System Design Interview — Study Notes VI — Designing Data Intensive Applications Book Notes
Notes on Concepts & Components to be used in a System Design Interview
Part II — Distributed Data
Scalability: data volume, read load, write load grows bigger than a single machine can handle — spread the load across multiple machines.
Fault tolerance / high availability
Latency: each user can be served from a datacenter that is geographically close to them.
Scaling to Higher Load
Vertical scaling / scaling up: buy a more powerful machine. Many CPUs, many RAM chips, many disks can be joined together under one operating system — shared-memory architecture. Cost grows faster than linearly. A machine twice the size cannot necessarily handle twice the load. Definitely limited to a single geographic location. nonuniform memory access (NUMA) — some banks of memory are closer to one CPU than to others.

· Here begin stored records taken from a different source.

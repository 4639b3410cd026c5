/** One configuration for migrations and seeds, read from DATABASE_URL. */
export default {
  client: 'pg',
  connection: process.env.DATABASE_URL,
  migrations: { directory: './db/migrations', loadExtensions: ['.js'], stub: './db/migration.stub.js' },
};
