import { Link } from 'react-router-dom';
import type { RevisionView } from '#core/contract/assemblies.ts';
import type { StoredResult } from '#core/contract/solving.ts';
import { formatQuantity } from '#core/format.ts';
import { governingByRegulator, junctionLimit } from '#core/record/governing.ts';
import type { CheckResult, Verdict } from '#core/result/result.ts';
import { paths } from '#web/paths.ts';
import { Timestamp } from '#web/ui/timestamp.tsx';
import { VerdictMark } from '#web/ui/verdict-mark.tsx';

const meanings = {
  authored: 'Authored and submitted',
  reviewed: 'Reviewed and cleared',
  released: 'Released',
} as const;
const verdicts: readonly Verdict[] = ['over', 'not evaluated', 'close', 'within'];

/** Verdicts in numbers, the tightest junction, who drew it and who has signed. */
export function ReviewHead({ revision, stored }: { revision: RevisionView; stored: StoredResult | null }) {
  return (
    <section aria-label="What is reviewed" className="grid gap-8 lg:grid-cols-2">
      <div>
        <h2 className="mb-2 text-lg font-semibold">Verdict</h2>
        {stored ? (
          <Summary result={stored.result} upToDate={stored.upToDate} />
        ) : (
          <p>The sketch has not been checked yet.</p>
        )}
        <p className="mt-2 flex flex-wrap gap-x-5 text-sm">
          <Link className="underline underline-offset-4" to={paths.results(revision.id)}>
            Results in full
          </Link>
          <Link className="underline underline-offset-4" to={paths.sketch(revision.id)}>
            Sketch
          </Link>
          <Link className="underline underline-offset-4" to={paths.conditions(revision.id)}>
            Conditions
          </Link>
        </p>
      </div>
      <div>
        <h2 className="mb-2 text-lg font-semibold">People</h2>
        <dl className="text-sm">
          <Line label="Drawn by">{revision.authors.map(({ name }) => name).join(', ') || 'nobody yet'}</Line>
          {revision.signatures.map((signature) => (
            <Line key={signature.meaning} label={meanings[signature.meaning]}>
              {signature.name}, <Timestamp at={signature.signedAt} />
            </Line>
          ))}
          {revision.stateReason ? (
            <Line label={revision.state === 'withdrawn' ? 'Withdrawn because' : 'Sent back because'}>
              {revision.stateReason}
            </Line>
          ) : null}
        </dl>
      </div>
    </section>
  );
}

function Line({ label, children }: { label: string; children: React.ReactNode }) {
  return (
    <div className="grid grid-cols-[12rem_1fr] gap-3 border-b border-line py-1.5">
      <dt className="text-ink-soft">{label}</dt>
      <dd className="break-words">{children}</dd>
    </div>
  );
}

function Summary({ result, upToDate }: { result: CheckResult; upToDate: boolean }) {
  const governing = [...governingByRegulator(result).values()];
  const margin = (regulator: (typeof governing)[number]['regulator']) => junctionLimit(regulator)?.margin ?? Infinity;
  const tightest = governing.toSorted((a, b) => margin(a.regulator) - margin(b.regulator))[0];
  return (
    <>
      <ul className="flex flex-wrap gap-x-6 gap-y-1">
        {verdicts.map((verdict) => {
          const count = governing.filter(({ regulator }) => regulator.verdict === verdict).length;
          return count > 0 ? (
            <li key={verdict}>
              {count} <VerdictMark verdict={verdict} />
            </li>
          ) : null;
        })}
        {governing.length === 0 ? <li>No regulator was evaluated.</li> : null}
      </ul>
      {tightest && tightest.regulator.junctionC !== null ? (
        <p className="mt-1">
          Tightest: {tightest.regulator.ref} at {formatQuantity(tightest.regulator.junctionC, '°C')} ±{' '}
          {formatQuantity(tightest.regulator.uncertaintyK, 'K')} in “{tightest.condition.name}”, margin{' '}
          {formatQuantity(junctionLimit(tightest.regulator)?.margin, 'K')}.
        </p>
      ) : null}
      {upToDate ? null : <p className="mt-1 border-l-4 border-close pl-3">This check belongs to an earlier sketch.</p>}
    </>
  );
}
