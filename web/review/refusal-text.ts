import type { RevisionView } from '#core/contract/assemblies.ts';

/** Why the caller has no decision to take now; null where they have one. */
export function refusalText({ state, allowed }: Pick<RevisionView, 'state' | 'allowed'>): string | null {
  const may = (action: RevisionView['allowed'][number]) => allowed.includes(action);
  switch (state) {
    case 'sketch':
    case 'sent back':
      return may('submit') ? null : 'A layout designer or hardware lead submits it when it is ready.';
    case 'in review':
      if (may('clear')) return null;
      return may('send-back')
        ? 'You have drawn on this sketch, and an author never clears their own work: another thermal reviewer does. You can send it back.'
        : 'It waits for a thermal reviewer to clear it or send it back.';
    case 'cleared':
      return may('issue')
        ? null
        : 'It is cleared and waits for a quality engineer who has not drawn on it to issue it.';
    case 'issued':
      return 'It is issued and frozen. A change opens the next revision, on the page of the assembly.';
    case 'superseded':
      return 'A later revision has been issued; this one stays readable as it was.';
    case 'withdrawn':
      return 'It was withdrawn and stays readable as it was.';
  }
}
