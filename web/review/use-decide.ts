import { useMutation, useQueryClient } from '@tanstack/react-query';
import { toast } from 'sonner';
import { revisionKey } from '#web/revision/revision-queries.ts';
import { announce } from '#web/ui/announce.ts';

/** A change of state: done once, then everything of the revision is asked for again. */
export function useDecide<Given>(revisionId: string, done: string, decide: (given: Given) => Promise<unknown>) {
  const client = useQueryClient();
  return useMutation({
    mutationFn: decide,
    onSuccess: async () => {
      await client.invalidateQueries({ queryKey: revisionKey(revisionId) });
      void client.invalidateQueries({ queryKey: ['assemblies'] });
      toast.success(done);
      announce(done);
    },
  });
}
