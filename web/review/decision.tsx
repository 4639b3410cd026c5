import type { RevisionView } from '#core/contract/assemblies.ts';
import type { CheckResult } from '#core/result/result.ts';
import { clearGuards } from '#core/review/guards.ts';
import { GuardList } from './guard-list.tsx';
import { ReasonForm } from './reason-form.tsx';
import { refusalText } from './refusal-text.ts';
import { SignForm } from './sign-form.tsx';
import { SubmitForm } from './submit-form.tsx';

type Props = { revision: RevisionView; result: CheckResult | null };

/** What the caller may decide now; where they may not, a sentence says why. */
export function Decision({ revision, result }: Props) {
  const may = (action: RevisionView['allowed'][number]) => revision.allowed.includes(action);
  const guards = clearGuards({ result, reasons: [], openComments: revision.openComments });
  const refused = refusalText(revision);
  return (
    <section aria-label="Decision" className="border-t border-line-strong pt-4">
      <h2 className="mb-3 text-lg font-semibold">Decision</h2>
      {refused ? <p className="mb-4 max-w-prose">{refused}</p> : null}
      <div className="grid gap-8 lg:grid-cols-2">
        {may('submit') ? <SubmitForm revision={revision} result={result} /> : null}
        {may('clear') ? (
          <div>
            <GuardList guards={guards} action="clear it" />
            <SignForm
              revision={revision}
              endpoint="clear"
              disabled={guards.length > 0}
              title="Clear"
              meaning="My name stands for: I have reviewed this sketch, its conditions and its results, and clear it for issue."
            />
          </div>
        ) : null}
        {may('issue') ? (
          <div>
            <GuardList guards={guards} action="issue it" />
            <SignForm
              revision={revision}
              endpoint="issue"
              disabled={guards.length > 0}
              title="Issue"
              meaning="My name stands for: I release this revision. It is frozen from then on; an earlier issued one is superseded."
            />
          </div>
        ) : null}
        {may('send-back') ? (
          <ReasonForm revision={revision} endpoint="sendBack" title="Send back" label="What has to change" />
        ) : null}
        {may('withdraw') ? (
          <ReasonForm revision={revision} endpoint="withdraw" title="Withdraw" label="Why it is withdrawn" danger />
        ) : null}
      </div>
    </section>
  );
}
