/** The edge spread function: the light as a function of the distance from the edge, four samples a pixel. */
import { SplineFit } from '../numeric/spline-fit.js';
import type { EdgeCurve } from './edge-line.js';
import { projectPixels } from './projection.js';
import { flatNoise, flattenAcross, flattenAlong } from './shading.js';
import type { Strip } from './strip.js';

/** Samples a pixel. Source: ISO 12233:2017, e-SFR (from memory). */
export const OVERSAMPLING = 4;

export interface EdgeSpread {
  /** Light at the distances (k - middle) / OVERSAMPLING from the edge along its normal, in pixels, rising
   * with k. */
  values: Float64Array;
  /** Index of distance 0. */
  middle: number;
  /** RMS of the single pixels about the function, where it is flat. */
  noise: number;
  /** Mean light of the outermost eighth of the function on either side. */
  dark: number;
  bright: number;
}

/** The edge spread function of a strip: the cubic spline with four knots a pixel that lies nearest to all of
 * its pixels.
 *
 * Means of quarter-pixel bins, the usual way, depend on where in their bins the pixels happen to stand: at
 * edges whose slope is a simple fraction, such as 1/6 (9.46 degrees), that makes errors of 0.02 of the
 * response of a sharp edge, which the spline does not have.
 * @param halfWidthPx distances up to this one
 * @param halfRows    rows of the curve on either side of its middle
 */
export function edgeSpread(
  strip: Strip,
  curve: EdgeCurve,
  halfWidthPx: number,
  halfRows: number,
): EdgeSpread {
  const middle = Math.floor(halfWidthPx * OVERSAMPLING);
  const reachPx = middle / OVERSAMPLING;
  const pixels = projectPixels(strip, curve, reachPx, halfRows);
  flattenAlong(pixels, reachPx);
  const spline = new SplineFit(2 * middle);
  for (let i = 0; i < pixels.count; i++)
    spline.add((pixels.distance[i] + reachPx) * OVERSAMPLING, pixels.light[i]);
  const values = flattenAcross(spline.valuesAtKnots());
  const eighth = values.length >> 3;
  const mean = (from: number) =>
    values.subarray(from, from + eighth).reduce((sum, value) => sum + value, 0) / eighth;
  return {
    values,
    middle,
    noise: flatNoise(pixels, reachPx),
    dark: mean(0),
    bright: mean(values.length - eighth),
  };
}
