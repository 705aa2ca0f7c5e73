/** What is measured: a plane of pixels in linear light, and places on it. */

/** One band of a picture: row-major, linear light, 1 being full scale. Pixel (0, 0) has its middle at (0, 0).
 */
export interface Plane {
  width: number;
  height: number;
  samples: Float32Array;
}

/** Whole pixels: `x` and `y` are the first column and row. */
export interface PixelRect {
  x: number;
  y: number;
  width: number;
  height: number;
}

/** Distance from a point of a region to its border in a direction; 0 outside. */
export function roomTo(
  { x: left, y: top, width, height }: PixelRect,
  x: number,
  y: number,
  dx: number,
  dy: number,
): number {
  const along = (at: number, step: number, from: number, size: number) =>
    step > 0
      ? (from + size - 0.5 - at) / step
      : step < 0
        ? (from - 0.5 - at) / step
        : Number.POSITIVE_INFINITY;
  return Math.max(0, Math.min(along(x, dx, left, width), along(y, dy, top, height)));
}
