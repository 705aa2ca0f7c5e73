/** All discs of a chart in every band, and what they say of distortion and lateral colour. */
import type { ChartTruth, DotTruth } from '../charts/truth.js';
import { InputError } from '../errors.js';
import type { Band, Rig } from '../optics/rig.js';
import { type DotGuess, measureDot } from './dot.js';
import type {
  DistortionFigures,
  DotFigures,
  LateralColourFigures,
  RadialFigures,
  Skipped,
} from './figures.js';
import { type OpticalFrame, opticalFrame } from './optical-frame.js';
import type { Plane } from './plane.js';
import { dotPlace, radialMap } from './predict.js';
import { cubicMap, fitRadialMap, type RadialPair } from './radial-fit.js';

export interface BandPlane {
  plane: Plane;
  name: string;
  /** The rig's own band. */
  band?: Band;
}

export interface DotsFound {
  dots: DotFigures[];
  distortion: DistortionFigures[];
  lateralColour: LateralColourFigures[];
  radialFit: RadialFigures[];
  skipped: Skipped[];
}

/** Measure the discs of a chart. Where to look, the rig says; without it the discs found so far, from the
 * axis outward. */
export function chartDots(bands: readonly BandPlane[], truth: ChartTruth, rig?: Rig): DotsFound {
  const frame = opticalFrame(undefined, truth)!;
  const roomPx = roomOf(truth.dots ?? []);
  const skipped: Skipped[] = [];
  const dots = bands.flatMap((band) => {
    const found = bandDots(band, truth, rig, roomPx, frame);
    skipped.push(...found.skipped);
    return found.dots;
  });
  const named = bands.map(({ name }) => name).filter((name) => dots.some(({ band }) => band === name));
  const fits = named.map((name) => radialFigures(name, dots, frame));
  return {
    dots,
    distortion: fits.flatMap((fit) => distortionOf(fit, dots, frame)),
    lateralColour: lateralColourOf(named, dots, frame),
    radialFit: fits,
    skipped,
  };
}

/** Half of the way to the nearest neighbour, or a few radii. */
function roomOf(dots: readonly DotTruth[]): number {
  let nearest = Number.POSITIVE_INFINITY;
  for (const [at, a] of dots.entries())
    for (let i = 0; i < at; i++) nearest = Math.min(nearest, Math.hypot(a.x - dots[i].x, a.y - dots[i].y));
  const largest = Math.max(0, ...dots.map(({ radiusPx }) => radiusPx));
  return Math.min(nearest / 2 - 1, 3 * largest + 8);
}

function bandDots(
  { plane, name, band }: BandPlane,
  truth: ChartTruth,
  rig: Rig | undefined,
  roomPx: number,
  frame: OpticalFrame,
): { dots: DotFigures[]; skipped: Skipped[] } {
  const found = new Map<DotTruth, DotFigures>();
  const skipped = new Map<DotTruth, Skipped>();
  const pairs: RadialPair[] = [];
  const all = truth.dots ?? [];
  for (const dot of all.toSorted((a, b) => a.field - b.field)) {
    const { x, y, radiusPx, field, azimuthDeg } = dot;
    const expected = rig && band && dotPlace(rig, band, x, y, radiusPx);
    const [nearX, nearY] = expected ?? radialMap(frame.axisPx, frame.pitchMm, cubicMap(pairs)).landed(x, y);
    const guess: DotGuess = { x: nearX, y: nearY, radiusPx, roomPx };
    try {
      const place = measureDot(plane, guess);
      const figures: DotFigures = { ideal: [x, y], found: place, expected, field, azimuthDeg, band: name };
      found.set(dot, figures);
      pairs.push(radialPair(figures, frame));
    } catch (error) {
      if (!(error instanceof InputError)) throw error;
      skipped.set(dot, { what: 'dot', x, y, band: name, reason: error.message });
    }
  }
  return {
    dots: all.map((dot) => found.get(dot)).filter((dot) => dot !== undefined),
    skipped: all.map((dot) => skipped.get(dot)).filter((dot) => dot !== undefined),
  };
}

/** Distances from the axis, the found one along the radius of the ideal place. On the axis itself both are 0.
 */
function radialPair({ ideal, found }: DotFigures, { axisPx, pitchMm }: OpticalFrame): RadialPair {
  const [dx, dy] = [ideal[0] - axisPx[0], ideal[1] - axisPx[1]];
  const radius = Math.hypot(dx, dy);
  if (radius < 1e-6) return { idealMm: 0, foundMm: 0 };
  const along = ((found[0] - axisPx[0]) * dx + (found[1] - axisPx[1]) * dy) / radius;
  return { idealMm: radius * pitchMm, foundMm: along * pitchMm };
}

function radialFigures(band: string, dots: readonly DotFigures[], frame: OpticalFrame): RadialFigures {
  const own = dots.filter((dot) => dot.band === band);
  const map = fitRadialMap(own.map((dot) => radialPair(dot, frame)));
  const place = radialMap(frame.axisPx, frame.pitchMm, map);
  const squares = own.reduce((sum, { ideal, found }) => {
    const [x, y] = place.landed(...ideal);
    return sum + (found[0] - x) ** 2 + (found[1] - y) ** 2;
  }, 0);
  return { band, scale: map.a, cubicPerMm2: map.c, rmsPx: Math.sqrt(squares / own.length) };
}

function distortionOf(
  { band, scale }: RadialFigures,
  dots: readonly DotFigures[],
  frame: OpticalFrame,
): DistortionFigures[] {
  return rings(dots.filter((dot) => dot.band === band)).map(({ field, members }) => {
    const pairs = members.map((dot) => radialPair(dot, frame));
    return {
      field,
      band,
      percent: mean(pairs.map(({ idealMm, foundMm }) => (100 * (foundMm - scale * idealMm)) / idealMm)),
      radialShiftPx: mean(pairs.map(({ idealMm, foundMm }) => (foundMm - idealMm) / frame.pitchMm)),
      dots: members.length,
    };
  });
}

/** The band that the others are compared with: green, for want of it the first. */
export function referenceBand(names: readonly string[]): string | undefined {
  return names.includes('green') ? 'green' : names[0];
}

function lateralColourOf(
  names: readonly string[],
  dots: readonly DotFigures[],
  frame: OpticalFrame,
): LateralColourFigures[] {
  const against = referenceBand(names);
  const key = ({ ideal }: DotFigures) => ideal.join();
  const reference = new Map(dots.filter(({ band }) => band === against).map((dot) => [key(dot), dot]));
  return names
    .filter((band) => band !== against)
    .flatMap((band) => {
      const own = dots.filter((dot) => dot.band === band && reference.has(key(dot)));
      return rings(own).map(({ field, members }) => {
        const px = mean(
          members.map(
            (dot) =>
              (radialPair(dot, frame).foundMm - radialPair(reference.get(key(dot))!, frame).foundMm) /
              frame.pitchMm,
          ),
        );
        return { field, band, against: against!, px, um: 1000 * px * frame.pitchMm, dots: members.length };
      });
    });
}

/** Discs of the same field, without the one on the axis, which has no radius to move along. */
function rings(dots: readonly DotFigures[]): { field: number; members: DotFigures[] }[] {
  const byField = new Map<number, DotFigures[]>();
  for (const dot of dots) {
    const field = Math.round(dot.field * 1e6) / 1e6;
    if (field > 0) byField.set(field, [...(byField.get(field) ?? []), dot]);
  }
  return [...byField].sort(([a], [b]) => a - b).map(([field, members]) => ({ field, members }));
}

function mean(values: readonly number[]): number {
  return values.reduce((sum, value) => sum + value, 0) / values.length;
}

shared-disk architecture — uses several machines with independent CPUs and RAM, but stores data on an array of disks shared between the machines which are connected via a fast network — network attached storage (NAS) or storage area network (SAN).
Horizontal scaling / scaling out — Shared-Nothing Architectures: each machine or virtual machine running the database software software is called a node. Any coordination between nodes is done at the software level, using a conventional network. distribution of data across multiple geographic regions — survives the loss of an entire datacenter. You can perform cloud deployments of virtual machines.
In some cases, a simple single-threaded program can perform significantly better than a cluster with over 100 CPU cores.
Replication Versus Partitioning
Two common ways data is distributed across multiple nodes:
Replication: Keeping a copy of the same data on several different nodes, in different locations.
Partitioning: Splitting a big database into smaller subsets — partitions so that different partitions can be assigned to different nodes — sharding.